### TASK DESCRIPTION
Two lines in the data below mark the range: the one with "import javafx.scene.control.TextInputControl;" and the one with "import sillet.store.place.LogbookPlace;". Return both, along with every line between them, exactly.

### DATA FOR THE TASK
+ + + +

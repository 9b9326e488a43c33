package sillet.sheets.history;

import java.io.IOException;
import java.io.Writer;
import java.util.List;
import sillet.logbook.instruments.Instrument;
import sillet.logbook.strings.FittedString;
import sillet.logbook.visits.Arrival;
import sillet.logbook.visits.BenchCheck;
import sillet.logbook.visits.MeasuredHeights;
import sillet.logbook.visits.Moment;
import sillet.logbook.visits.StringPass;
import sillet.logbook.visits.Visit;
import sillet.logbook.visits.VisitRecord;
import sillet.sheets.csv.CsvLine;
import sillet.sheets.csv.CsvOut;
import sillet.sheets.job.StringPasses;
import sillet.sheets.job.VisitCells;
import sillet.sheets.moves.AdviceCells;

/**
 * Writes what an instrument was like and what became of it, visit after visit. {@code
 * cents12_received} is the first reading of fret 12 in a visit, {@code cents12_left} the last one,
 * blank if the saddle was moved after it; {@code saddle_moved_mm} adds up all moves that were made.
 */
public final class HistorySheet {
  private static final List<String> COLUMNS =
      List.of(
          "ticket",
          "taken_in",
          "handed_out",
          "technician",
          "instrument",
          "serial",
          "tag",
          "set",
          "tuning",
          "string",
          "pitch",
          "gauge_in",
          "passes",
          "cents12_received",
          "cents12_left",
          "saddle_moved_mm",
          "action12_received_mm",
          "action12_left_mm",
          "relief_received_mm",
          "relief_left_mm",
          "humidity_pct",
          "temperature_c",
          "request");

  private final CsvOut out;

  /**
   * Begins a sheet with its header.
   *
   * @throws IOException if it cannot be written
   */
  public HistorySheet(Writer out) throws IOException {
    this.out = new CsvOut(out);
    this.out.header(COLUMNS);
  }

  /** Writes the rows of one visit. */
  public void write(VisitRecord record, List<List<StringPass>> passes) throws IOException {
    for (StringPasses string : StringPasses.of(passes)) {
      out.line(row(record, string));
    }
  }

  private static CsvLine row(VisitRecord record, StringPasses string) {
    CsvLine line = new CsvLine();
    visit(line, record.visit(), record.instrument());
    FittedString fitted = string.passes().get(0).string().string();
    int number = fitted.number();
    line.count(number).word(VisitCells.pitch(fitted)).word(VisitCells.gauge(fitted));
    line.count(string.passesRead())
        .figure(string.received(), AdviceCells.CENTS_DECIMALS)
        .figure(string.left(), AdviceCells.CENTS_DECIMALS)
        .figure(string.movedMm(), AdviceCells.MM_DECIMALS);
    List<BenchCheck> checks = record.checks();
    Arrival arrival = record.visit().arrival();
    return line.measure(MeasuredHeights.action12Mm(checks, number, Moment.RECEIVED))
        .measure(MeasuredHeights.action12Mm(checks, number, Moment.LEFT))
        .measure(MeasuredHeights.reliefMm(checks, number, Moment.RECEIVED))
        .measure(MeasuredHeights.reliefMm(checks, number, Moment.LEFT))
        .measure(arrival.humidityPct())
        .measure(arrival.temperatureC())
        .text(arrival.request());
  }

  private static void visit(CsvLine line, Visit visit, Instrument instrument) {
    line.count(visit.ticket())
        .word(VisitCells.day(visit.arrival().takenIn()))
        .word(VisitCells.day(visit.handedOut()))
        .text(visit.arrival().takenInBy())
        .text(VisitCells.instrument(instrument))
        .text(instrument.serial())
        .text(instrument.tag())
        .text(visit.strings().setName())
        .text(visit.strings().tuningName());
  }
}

+ + + +

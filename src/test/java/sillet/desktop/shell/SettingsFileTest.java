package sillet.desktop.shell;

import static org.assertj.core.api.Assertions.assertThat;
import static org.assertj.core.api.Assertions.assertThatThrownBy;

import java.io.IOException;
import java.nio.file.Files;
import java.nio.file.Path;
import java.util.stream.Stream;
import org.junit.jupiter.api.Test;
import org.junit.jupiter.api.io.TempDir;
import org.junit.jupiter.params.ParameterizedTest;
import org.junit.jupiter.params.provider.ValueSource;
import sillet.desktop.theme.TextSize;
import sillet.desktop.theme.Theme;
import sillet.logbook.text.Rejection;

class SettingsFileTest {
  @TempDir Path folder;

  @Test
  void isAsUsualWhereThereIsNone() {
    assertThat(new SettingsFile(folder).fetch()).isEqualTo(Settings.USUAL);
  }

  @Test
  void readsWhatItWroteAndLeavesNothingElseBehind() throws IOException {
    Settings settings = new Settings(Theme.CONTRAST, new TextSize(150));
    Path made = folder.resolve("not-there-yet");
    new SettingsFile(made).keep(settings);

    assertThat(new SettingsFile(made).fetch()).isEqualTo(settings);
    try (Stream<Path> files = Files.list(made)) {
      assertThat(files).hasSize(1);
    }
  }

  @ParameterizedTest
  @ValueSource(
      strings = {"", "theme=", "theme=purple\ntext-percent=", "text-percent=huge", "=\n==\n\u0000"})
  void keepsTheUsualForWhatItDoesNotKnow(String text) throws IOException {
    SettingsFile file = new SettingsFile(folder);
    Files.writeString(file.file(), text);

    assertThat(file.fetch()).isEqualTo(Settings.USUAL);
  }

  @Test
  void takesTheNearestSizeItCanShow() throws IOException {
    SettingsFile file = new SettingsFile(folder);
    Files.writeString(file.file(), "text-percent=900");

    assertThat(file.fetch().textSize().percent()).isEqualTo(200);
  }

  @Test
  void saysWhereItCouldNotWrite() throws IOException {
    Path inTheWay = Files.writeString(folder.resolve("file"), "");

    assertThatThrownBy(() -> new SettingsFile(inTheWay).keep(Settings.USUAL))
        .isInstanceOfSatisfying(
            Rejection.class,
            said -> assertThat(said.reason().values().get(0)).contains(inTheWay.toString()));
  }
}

+ + + +

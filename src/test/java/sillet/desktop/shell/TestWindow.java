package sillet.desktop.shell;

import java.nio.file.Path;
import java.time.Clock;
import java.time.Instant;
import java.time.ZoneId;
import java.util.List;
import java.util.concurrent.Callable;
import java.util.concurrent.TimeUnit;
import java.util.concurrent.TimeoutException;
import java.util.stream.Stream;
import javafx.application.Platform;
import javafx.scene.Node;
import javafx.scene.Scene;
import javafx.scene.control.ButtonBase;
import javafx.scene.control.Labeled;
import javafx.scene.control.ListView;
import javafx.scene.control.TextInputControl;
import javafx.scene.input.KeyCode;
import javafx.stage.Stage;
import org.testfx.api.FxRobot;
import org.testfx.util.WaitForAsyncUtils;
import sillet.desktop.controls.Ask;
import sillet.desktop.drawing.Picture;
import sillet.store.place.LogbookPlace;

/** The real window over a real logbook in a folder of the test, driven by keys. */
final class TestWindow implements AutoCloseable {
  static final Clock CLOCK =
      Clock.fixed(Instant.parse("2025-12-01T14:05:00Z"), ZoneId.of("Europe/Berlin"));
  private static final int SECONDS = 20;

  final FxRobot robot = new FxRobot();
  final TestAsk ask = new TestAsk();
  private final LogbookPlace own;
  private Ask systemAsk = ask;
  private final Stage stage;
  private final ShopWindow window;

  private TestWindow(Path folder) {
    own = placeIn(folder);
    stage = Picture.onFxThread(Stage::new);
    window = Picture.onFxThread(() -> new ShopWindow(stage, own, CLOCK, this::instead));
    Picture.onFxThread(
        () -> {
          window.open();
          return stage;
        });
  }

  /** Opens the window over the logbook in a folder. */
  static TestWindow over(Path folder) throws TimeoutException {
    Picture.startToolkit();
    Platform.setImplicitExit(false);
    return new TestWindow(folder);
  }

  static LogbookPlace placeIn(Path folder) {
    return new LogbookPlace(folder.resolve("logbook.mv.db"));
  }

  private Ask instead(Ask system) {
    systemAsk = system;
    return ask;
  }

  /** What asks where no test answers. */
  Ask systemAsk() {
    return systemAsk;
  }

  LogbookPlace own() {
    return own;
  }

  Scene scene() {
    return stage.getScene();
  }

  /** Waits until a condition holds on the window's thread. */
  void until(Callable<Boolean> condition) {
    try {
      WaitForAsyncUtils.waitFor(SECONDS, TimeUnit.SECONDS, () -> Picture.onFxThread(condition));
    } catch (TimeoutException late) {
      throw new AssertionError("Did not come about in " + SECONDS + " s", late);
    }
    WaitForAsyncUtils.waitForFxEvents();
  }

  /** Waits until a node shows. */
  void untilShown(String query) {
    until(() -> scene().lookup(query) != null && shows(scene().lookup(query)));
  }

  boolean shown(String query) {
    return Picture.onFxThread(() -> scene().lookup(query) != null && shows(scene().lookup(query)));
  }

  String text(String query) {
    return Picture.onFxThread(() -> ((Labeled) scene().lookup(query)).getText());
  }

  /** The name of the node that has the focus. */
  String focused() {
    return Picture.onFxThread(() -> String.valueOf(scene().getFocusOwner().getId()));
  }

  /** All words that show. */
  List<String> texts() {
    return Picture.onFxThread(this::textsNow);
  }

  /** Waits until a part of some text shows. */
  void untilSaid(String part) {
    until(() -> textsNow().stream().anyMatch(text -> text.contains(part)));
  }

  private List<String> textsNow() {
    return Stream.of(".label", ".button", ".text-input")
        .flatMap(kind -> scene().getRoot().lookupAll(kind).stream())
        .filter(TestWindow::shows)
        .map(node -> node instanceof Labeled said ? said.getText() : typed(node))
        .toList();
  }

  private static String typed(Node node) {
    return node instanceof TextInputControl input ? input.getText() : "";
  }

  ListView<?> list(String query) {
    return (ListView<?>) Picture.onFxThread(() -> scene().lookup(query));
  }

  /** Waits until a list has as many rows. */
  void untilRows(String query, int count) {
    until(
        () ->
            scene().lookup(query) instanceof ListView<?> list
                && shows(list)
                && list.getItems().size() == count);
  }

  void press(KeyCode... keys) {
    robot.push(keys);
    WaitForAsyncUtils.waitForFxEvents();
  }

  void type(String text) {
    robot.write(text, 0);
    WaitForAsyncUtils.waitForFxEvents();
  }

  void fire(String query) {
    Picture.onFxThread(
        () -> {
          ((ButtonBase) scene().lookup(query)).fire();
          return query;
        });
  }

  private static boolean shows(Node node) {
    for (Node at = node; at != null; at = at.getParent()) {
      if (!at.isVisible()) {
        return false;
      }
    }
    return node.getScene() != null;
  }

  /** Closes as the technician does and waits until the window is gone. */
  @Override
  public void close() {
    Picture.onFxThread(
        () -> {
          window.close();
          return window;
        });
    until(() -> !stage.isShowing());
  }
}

+ + + +

### SOLUTION TO THIS TASK
import javafx.scene.control.TextInputControl;
import javafx.scene.input.KeyCode;
import javafx.stage.Stage;
import org.testfx.api.FxRobot;
import org.testfx.util.WaitForAsyncUtils;
import sillet.desktop.controls.Ask;
import sillet.desktop.drawing.Picture;
import sillet.store.place.LogbookPlace;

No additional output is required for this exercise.